**What to work on**
In the records below, find the line containing "drop(progress);"; copy exactly that line and all lines after it to the end, and nothing else.

Collected data entries
* * *
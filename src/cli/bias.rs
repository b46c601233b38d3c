//! `forehear bias`

use super::args::Bias;
use super::console::Console;
use super::fault::{Failure, Stop};
use super::interrupt::{STOP, check_stop};
use super::source;
use forehear::report::json::bias_document;
use forehear::report::terminal::bias_text;
use forehear::study::{StudyFault, Watch, bias};

pub fn run(args: &Bias, console: Console) -> Result<(), Stop> {
    let design = source::load(&args.design)?;
    let progress = console.progress();
    let watch = Watch {
        progress: &|share, what| progress.show(share, what),
        stop: &STOP,
    };
    let study =
        bias::study(&design.prepared, &watch).map_err(|fault| stop(&design.name, &fault))?;
    check_stop()?;
    drop(progress);
    console.alarm(&study.warnings);
    console.answer(|| bias_document(&study), |page| bias_text(&study, page))
}

/// Why a study of this design came to no result.
pub fn stop(design: &str, fault: &StudyFault) -> Stop {
    match fault {
        StudyFault::Interrupted => Stop::Interrupted,
        other => Failure::of_study(design, other).into(),
    }
}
* * *
**Exercise result**
    drop(progress);
    console.alarm(&study.warnings);
    console.answer(|| bias_document(&study), |page| bias_text(&study, page))
}

/// Why a study of this design came to no result.
pub fn stop(design: &str, fault: &StudyFault) -> Stop {
    match fault {
        StudyFault::Interrupted => Stop::Interrupted,
        other => Failure::of_study(design, other).into(),
    }
}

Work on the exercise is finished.